[Start of Attachment]
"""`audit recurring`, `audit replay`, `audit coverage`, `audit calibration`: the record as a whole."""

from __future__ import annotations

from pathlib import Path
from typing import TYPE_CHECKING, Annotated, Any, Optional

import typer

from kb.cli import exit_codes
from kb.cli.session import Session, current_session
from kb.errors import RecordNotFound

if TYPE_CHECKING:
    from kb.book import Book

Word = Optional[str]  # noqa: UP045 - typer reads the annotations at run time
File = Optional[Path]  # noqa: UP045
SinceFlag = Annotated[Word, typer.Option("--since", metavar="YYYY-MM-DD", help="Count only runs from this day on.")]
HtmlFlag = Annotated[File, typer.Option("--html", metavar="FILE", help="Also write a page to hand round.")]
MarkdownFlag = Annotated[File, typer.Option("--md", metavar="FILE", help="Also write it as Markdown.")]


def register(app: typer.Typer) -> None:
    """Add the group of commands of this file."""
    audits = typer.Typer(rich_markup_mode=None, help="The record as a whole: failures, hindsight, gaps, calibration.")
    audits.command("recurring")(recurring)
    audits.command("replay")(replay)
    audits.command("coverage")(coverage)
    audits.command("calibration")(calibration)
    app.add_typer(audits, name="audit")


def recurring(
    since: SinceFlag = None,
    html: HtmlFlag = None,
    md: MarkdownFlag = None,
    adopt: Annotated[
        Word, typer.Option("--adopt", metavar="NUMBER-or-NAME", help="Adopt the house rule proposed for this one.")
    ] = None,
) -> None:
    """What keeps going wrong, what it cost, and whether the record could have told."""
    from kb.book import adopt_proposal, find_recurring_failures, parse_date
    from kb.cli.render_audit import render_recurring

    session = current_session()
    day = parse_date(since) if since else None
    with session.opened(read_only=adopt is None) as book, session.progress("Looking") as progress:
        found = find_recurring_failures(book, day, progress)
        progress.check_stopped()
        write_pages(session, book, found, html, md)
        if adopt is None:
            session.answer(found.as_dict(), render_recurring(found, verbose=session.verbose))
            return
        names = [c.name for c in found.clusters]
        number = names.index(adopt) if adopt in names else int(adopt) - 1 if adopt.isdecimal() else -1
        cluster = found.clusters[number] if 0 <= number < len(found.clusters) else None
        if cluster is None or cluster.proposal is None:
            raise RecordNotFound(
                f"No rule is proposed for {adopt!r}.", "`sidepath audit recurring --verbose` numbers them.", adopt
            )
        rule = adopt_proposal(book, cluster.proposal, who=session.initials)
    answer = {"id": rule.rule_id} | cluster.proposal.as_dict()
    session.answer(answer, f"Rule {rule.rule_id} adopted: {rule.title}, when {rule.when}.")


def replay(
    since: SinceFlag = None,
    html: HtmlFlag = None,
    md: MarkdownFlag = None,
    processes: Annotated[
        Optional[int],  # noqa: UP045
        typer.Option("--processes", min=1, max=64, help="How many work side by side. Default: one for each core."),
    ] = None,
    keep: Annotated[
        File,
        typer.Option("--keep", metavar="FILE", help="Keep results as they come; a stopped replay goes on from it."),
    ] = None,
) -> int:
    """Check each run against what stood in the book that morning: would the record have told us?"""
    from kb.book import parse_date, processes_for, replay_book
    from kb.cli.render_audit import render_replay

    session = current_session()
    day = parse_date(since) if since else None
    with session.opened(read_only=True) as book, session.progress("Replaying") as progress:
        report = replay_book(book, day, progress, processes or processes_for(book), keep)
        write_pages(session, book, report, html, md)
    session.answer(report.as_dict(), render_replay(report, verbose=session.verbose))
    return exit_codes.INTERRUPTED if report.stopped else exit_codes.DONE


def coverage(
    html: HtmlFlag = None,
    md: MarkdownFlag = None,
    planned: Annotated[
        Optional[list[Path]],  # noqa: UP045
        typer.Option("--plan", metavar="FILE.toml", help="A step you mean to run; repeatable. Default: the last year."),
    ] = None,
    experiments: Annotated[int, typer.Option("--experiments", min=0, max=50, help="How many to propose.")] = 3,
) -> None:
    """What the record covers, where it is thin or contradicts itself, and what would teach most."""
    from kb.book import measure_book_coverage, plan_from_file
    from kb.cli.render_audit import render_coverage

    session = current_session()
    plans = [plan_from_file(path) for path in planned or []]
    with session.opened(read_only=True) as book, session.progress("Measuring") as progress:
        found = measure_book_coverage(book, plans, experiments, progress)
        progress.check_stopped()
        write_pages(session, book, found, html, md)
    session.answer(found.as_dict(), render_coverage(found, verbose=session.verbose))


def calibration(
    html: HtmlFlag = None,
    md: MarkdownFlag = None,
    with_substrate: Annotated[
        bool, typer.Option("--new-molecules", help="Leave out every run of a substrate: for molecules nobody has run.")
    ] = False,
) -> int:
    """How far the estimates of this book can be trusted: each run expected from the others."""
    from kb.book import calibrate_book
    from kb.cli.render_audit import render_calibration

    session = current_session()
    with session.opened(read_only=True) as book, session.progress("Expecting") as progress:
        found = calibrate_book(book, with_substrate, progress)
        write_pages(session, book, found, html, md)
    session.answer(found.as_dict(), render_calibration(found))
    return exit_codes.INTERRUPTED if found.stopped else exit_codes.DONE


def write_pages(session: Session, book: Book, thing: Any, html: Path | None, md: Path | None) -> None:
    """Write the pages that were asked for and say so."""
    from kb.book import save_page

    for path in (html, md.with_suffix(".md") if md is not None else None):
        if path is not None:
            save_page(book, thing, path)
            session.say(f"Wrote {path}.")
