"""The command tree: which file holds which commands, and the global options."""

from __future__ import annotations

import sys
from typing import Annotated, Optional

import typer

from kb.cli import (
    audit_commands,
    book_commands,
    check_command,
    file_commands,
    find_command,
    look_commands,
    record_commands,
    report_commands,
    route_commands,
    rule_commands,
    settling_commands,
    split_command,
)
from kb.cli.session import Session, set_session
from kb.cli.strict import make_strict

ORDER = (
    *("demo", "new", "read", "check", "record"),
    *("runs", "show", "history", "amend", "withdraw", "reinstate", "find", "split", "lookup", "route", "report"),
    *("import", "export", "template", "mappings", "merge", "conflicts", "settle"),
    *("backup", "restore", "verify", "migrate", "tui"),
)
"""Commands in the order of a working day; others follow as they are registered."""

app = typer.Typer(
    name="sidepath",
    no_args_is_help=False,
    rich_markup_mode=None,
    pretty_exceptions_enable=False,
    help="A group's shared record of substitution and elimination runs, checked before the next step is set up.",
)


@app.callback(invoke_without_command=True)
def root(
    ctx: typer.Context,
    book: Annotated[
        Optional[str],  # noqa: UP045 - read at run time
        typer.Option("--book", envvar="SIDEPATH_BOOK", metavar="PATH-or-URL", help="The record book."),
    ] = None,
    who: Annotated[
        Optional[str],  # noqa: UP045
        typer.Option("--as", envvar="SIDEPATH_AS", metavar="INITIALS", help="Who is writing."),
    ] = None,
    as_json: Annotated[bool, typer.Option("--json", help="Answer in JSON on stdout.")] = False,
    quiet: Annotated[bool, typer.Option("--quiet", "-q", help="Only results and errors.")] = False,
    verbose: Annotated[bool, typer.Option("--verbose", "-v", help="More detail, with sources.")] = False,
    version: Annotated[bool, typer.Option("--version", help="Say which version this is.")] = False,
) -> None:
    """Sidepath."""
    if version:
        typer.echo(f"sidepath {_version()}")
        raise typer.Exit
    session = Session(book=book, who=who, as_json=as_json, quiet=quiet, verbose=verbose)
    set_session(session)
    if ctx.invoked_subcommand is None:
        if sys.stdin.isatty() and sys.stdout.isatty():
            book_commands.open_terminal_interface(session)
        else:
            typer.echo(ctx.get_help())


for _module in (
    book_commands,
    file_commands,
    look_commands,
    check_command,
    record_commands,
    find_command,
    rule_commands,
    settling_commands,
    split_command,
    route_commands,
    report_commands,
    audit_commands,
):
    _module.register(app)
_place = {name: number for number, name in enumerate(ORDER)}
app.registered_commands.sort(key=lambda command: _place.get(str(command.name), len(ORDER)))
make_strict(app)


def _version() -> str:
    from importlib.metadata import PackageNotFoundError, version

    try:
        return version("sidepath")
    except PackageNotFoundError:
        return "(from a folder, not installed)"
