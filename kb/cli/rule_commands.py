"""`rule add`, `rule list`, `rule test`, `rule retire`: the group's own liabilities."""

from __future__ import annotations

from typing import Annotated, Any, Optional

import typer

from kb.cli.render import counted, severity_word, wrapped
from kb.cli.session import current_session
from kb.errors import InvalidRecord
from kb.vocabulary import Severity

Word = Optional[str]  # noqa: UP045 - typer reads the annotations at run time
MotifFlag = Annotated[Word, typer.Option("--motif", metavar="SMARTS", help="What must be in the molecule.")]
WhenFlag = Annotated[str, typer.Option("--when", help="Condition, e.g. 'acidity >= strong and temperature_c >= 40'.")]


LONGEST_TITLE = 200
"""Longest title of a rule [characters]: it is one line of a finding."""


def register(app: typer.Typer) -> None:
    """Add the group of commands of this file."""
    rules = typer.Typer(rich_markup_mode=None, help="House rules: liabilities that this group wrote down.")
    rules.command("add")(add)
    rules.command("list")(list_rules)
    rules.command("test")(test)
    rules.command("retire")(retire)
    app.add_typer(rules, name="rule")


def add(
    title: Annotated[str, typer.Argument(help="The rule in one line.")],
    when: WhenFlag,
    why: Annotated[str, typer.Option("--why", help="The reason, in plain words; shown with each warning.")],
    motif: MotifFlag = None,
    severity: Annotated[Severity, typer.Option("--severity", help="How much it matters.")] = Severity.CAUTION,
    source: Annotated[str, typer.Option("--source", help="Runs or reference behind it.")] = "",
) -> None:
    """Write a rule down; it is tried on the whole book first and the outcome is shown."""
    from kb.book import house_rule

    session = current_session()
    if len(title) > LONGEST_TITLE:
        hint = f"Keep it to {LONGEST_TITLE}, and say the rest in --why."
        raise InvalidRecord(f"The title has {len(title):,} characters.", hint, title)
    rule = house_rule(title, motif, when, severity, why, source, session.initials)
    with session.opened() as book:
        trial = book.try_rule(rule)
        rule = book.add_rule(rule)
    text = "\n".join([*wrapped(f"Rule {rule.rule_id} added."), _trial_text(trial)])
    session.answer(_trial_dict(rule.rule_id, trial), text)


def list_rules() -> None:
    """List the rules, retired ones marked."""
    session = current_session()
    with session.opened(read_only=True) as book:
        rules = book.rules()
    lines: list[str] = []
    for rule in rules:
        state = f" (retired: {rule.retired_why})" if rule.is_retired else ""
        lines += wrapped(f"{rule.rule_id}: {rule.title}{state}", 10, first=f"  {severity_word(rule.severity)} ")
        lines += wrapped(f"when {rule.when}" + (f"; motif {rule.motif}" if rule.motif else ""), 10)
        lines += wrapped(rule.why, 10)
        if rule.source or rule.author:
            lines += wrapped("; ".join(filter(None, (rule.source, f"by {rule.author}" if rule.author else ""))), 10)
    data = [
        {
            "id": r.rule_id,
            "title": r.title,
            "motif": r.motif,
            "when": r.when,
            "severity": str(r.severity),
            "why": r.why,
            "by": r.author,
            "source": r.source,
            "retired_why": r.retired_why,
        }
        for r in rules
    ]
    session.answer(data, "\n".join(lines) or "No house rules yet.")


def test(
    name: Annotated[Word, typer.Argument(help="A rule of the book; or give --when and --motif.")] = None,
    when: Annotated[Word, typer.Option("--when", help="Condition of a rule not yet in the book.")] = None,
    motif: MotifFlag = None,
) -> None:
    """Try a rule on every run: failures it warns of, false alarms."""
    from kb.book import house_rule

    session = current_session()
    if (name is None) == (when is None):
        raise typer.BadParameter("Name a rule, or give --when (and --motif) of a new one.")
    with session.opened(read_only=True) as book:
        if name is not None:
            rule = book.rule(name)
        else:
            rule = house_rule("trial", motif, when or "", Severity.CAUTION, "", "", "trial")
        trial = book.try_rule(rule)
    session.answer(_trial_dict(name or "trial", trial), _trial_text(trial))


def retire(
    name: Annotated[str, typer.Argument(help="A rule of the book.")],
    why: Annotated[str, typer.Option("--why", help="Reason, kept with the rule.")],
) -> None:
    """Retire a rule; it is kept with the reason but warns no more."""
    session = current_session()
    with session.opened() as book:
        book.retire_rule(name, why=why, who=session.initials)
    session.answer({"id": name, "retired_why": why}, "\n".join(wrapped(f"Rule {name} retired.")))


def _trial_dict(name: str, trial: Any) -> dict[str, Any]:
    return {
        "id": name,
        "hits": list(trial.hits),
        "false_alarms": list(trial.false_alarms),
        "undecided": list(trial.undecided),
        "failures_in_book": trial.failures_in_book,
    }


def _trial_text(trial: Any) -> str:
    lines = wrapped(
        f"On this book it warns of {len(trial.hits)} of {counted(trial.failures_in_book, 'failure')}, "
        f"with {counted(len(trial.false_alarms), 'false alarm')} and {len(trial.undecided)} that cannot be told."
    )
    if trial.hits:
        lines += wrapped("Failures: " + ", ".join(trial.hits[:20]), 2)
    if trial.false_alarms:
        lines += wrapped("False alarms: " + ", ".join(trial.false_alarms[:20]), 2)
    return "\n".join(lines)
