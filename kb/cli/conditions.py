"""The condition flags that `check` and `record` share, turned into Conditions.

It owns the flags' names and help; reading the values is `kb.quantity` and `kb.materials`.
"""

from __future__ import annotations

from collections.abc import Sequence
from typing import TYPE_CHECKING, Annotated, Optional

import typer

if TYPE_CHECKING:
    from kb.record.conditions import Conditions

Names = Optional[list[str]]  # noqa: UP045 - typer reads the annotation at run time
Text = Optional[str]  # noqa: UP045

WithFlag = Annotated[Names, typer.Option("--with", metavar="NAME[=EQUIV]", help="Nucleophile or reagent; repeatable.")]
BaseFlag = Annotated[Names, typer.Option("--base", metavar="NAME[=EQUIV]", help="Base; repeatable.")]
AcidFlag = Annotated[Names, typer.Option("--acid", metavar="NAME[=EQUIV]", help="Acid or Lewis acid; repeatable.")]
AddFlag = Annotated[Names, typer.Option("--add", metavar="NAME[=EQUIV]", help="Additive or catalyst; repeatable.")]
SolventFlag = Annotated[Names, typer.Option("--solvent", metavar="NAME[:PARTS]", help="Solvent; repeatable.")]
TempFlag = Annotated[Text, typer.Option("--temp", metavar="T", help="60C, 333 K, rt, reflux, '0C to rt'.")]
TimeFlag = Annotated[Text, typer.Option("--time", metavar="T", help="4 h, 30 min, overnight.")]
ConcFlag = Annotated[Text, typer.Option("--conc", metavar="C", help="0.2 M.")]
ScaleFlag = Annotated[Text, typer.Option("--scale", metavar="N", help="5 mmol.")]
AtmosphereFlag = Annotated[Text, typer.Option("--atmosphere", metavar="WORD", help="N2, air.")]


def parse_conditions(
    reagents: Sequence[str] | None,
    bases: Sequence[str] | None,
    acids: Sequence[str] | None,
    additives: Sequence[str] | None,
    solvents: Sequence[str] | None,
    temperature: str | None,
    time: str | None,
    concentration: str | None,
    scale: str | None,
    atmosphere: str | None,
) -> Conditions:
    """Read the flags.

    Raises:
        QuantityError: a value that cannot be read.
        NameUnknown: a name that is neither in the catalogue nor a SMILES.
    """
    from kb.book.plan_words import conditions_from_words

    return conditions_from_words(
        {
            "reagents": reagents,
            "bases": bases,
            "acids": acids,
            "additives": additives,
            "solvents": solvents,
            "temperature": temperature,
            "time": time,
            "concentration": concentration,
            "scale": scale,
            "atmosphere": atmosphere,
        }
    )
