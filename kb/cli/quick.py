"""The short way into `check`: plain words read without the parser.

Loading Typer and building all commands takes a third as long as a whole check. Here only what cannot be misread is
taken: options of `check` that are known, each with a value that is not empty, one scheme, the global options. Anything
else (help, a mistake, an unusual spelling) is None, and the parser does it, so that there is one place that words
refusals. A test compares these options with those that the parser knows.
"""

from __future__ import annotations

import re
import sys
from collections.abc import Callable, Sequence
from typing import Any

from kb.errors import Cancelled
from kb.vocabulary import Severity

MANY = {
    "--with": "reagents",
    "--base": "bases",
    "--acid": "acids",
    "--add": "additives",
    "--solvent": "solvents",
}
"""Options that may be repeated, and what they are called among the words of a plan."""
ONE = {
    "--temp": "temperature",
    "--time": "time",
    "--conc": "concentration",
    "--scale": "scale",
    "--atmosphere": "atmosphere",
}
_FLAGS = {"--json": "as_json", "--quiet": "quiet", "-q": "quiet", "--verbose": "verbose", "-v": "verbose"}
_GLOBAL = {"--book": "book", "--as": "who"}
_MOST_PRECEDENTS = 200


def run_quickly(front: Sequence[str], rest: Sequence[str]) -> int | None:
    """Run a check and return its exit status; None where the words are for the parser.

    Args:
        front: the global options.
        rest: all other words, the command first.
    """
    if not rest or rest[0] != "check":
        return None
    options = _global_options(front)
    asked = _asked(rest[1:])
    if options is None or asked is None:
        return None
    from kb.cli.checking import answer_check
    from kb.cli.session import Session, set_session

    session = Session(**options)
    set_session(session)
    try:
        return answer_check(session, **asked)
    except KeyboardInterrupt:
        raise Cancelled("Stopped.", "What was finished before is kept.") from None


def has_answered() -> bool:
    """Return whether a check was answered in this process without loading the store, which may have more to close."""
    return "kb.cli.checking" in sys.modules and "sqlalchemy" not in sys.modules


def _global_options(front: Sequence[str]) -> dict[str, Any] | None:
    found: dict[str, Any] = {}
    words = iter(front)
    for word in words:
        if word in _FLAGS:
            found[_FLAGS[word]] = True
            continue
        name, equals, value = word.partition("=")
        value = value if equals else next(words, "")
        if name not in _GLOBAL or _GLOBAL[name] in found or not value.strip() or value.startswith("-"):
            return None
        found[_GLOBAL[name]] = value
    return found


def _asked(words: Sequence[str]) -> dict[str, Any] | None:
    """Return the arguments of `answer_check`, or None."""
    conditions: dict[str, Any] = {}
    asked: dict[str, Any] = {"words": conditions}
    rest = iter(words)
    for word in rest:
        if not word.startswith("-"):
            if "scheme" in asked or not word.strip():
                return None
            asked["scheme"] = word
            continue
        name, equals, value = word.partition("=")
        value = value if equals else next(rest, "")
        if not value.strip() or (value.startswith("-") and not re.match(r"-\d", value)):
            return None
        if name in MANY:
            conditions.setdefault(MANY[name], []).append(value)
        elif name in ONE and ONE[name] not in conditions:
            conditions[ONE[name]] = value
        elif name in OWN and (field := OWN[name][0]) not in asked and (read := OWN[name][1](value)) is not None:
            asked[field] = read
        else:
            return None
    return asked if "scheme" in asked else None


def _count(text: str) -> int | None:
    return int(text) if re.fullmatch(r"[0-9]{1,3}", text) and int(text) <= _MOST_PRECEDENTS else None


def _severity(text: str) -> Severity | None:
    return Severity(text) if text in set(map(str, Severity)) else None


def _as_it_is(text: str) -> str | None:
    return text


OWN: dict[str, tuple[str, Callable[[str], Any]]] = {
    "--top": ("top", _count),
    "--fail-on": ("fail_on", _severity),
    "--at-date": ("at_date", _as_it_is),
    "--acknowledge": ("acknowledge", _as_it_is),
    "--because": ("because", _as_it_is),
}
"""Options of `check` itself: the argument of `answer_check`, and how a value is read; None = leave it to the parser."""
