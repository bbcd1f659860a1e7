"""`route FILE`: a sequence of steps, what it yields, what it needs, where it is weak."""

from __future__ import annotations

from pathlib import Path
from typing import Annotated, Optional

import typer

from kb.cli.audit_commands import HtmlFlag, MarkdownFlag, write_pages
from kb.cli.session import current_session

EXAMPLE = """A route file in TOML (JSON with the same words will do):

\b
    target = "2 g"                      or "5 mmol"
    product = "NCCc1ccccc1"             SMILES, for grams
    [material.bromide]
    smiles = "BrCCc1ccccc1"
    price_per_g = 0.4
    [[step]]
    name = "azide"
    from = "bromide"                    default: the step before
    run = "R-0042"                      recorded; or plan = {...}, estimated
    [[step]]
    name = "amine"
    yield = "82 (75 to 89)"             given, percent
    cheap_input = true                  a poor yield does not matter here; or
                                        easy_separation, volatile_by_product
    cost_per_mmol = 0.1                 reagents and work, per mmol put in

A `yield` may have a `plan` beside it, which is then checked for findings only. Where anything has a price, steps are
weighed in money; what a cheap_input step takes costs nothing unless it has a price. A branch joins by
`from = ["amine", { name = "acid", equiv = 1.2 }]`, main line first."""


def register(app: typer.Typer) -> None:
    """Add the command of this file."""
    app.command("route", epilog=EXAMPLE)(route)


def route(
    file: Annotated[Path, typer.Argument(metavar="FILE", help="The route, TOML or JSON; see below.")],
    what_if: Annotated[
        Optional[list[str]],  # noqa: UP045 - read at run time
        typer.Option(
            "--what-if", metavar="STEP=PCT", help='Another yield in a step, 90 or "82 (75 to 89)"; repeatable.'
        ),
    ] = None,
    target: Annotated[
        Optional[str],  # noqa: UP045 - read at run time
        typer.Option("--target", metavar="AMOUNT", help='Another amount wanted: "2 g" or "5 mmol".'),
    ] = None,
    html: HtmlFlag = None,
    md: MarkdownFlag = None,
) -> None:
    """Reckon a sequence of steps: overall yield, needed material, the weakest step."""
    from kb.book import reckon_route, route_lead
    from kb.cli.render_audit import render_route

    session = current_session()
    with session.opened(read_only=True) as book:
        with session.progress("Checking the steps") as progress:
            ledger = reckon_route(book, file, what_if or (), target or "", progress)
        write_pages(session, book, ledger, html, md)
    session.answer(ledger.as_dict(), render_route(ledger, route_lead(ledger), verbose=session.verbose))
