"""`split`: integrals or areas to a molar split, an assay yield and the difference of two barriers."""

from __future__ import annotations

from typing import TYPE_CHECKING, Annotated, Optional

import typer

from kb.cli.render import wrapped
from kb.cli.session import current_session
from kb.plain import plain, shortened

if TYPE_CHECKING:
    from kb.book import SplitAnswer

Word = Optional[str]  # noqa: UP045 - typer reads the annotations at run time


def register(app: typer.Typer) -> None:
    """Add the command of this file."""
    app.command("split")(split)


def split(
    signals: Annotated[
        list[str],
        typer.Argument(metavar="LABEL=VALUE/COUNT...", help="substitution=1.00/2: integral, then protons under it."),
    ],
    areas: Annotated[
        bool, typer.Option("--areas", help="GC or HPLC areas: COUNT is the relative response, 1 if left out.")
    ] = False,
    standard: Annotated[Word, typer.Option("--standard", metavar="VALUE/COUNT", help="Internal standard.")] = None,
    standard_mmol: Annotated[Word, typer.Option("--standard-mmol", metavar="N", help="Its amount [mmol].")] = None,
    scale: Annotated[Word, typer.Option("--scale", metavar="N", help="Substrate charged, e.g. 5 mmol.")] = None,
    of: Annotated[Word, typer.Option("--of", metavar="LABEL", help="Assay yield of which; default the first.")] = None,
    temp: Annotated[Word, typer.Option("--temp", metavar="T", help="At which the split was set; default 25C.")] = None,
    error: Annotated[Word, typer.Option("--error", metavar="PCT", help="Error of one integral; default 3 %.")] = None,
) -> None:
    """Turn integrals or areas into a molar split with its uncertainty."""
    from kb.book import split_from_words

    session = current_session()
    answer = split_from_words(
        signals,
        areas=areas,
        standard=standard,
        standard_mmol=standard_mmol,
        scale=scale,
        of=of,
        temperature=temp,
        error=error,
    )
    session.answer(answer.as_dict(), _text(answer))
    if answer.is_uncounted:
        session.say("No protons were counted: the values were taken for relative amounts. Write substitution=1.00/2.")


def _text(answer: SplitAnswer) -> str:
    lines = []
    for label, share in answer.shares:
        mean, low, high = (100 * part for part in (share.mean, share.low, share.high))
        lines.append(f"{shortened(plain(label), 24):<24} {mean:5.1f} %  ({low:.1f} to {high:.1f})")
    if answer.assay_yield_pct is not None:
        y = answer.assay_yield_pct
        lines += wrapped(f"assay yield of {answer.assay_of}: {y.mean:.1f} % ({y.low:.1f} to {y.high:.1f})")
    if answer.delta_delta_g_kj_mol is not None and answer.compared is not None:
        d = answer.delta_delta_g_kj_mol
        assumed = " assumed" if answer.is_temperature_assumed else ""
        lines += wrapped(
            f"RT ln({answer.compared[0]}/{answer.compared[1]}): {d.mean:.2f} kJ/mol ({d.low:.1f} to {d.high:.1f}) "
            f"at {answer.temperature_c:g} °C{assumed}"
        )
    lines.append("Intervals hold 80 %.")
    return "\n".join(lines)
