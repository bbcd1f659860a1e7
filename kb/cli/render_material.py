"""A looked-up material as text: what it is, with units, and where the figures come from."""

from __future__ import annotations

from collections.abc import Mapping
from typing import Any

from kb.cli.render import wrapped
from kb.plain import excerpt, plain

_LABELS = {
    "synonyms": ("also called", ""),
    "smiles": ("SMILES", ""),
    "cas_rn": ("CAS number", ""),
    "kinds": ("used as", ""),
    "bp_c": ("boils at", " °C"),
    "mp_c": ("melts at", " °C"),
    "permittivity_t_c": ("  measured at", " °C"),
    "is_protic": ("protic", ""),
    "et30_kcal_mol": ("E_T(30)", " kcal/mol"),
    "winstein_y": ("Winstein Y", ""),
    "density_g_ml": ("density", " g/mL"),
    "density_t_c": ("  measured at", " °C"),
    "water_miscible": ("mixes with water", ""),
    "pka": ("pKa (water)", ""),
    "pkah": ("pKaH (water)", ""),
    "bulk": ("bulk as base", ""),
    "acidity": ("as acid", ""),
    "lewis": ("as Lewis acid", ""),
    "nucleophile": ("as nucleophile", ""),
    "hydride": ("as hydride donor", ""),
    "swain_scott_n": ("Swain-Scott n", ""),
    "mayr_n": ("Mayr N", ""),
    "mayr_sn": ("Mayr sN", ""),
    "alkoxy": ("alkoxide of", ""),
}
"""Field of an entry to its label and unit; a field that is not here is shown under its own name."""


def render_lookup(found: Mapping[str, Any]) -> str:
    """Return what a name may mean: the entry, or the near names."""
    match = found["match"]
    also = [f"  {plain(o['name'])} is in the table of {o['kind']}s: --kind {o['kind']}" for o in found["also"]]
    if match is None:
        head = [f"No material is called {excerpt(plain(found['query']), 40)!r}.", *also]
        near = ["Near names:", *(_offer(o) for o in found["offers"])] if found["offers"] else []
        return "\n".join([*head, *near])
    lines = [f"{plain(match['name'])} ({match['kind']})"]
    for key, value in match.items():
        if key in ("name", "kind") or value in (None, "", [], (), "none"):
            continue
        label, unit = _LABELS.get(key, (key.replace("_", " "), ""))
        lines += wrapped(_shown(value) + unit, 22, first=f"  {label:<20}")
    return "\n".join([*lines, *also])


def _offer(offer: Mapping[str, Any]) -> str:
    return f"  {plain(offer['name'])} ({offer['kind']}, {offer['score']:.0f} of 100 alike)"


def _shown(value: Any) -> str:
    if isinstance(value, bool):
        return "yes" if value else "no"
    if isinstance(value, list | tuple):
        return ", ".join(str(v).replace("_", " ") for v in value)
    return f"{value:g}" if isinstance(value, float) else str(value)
[End of Attachment]
Work required:
Within the data above, the span starting at the line containing "if name not" and ending at the line containing "return text" is to be retyped exactly, with no other lines.

The completed task:
        if name not in _GLOBAL or _GLOBAL[name] in found or not value.strip() or value.startswith("-"):
            return None
        found[_GLOBAL[name]] = value
    return found


def _asked(words: Sequence[str]) -> dict[str, Any] | None:
    """Return the arguments of `answer_check`, or None."""
    conditions: dict[str, Any] = {}
    asked: dict[str, Any] = {"words": conditions}
    rest = iter(words)
    for word in rest:
        if not word.startswith("-"):
            if "scheme" in asked or not word.strip():
                return None
            asked["scheme"] = word
            continue
        name, equals, value = word.partition("=")
        value = value if equals else next(rest, "")
        if not value.strip() or (value.startswith("-") and not re.match(r"-\d", value)):
            return None
        if name in MANY:
            conditions.setdefault(MANY[name], []).append(value)
        elif name in ONE and ONE[name] not in conditions:
            conditions[ONE[name]] = value
        elif name in OWN and (field := OWN[name][0]) not in asked and (read := OWN[name][1](value)) is not None:
            asked[field] = read
        else:
            return None
    return asked if "scheme" in asked else None


def _count(text: str) -> int | None:
    return int(text) if re.fullmatch(r"[0-9]{1,3}", text) and int(text) <= _MOST_PRECEDENTS else None


def _severity(text: str) -> Severity | None:
    return Severity(text) if text in set(map(str, Severity)) else None


def _as_it_is(text: str) -> str | None:
    return text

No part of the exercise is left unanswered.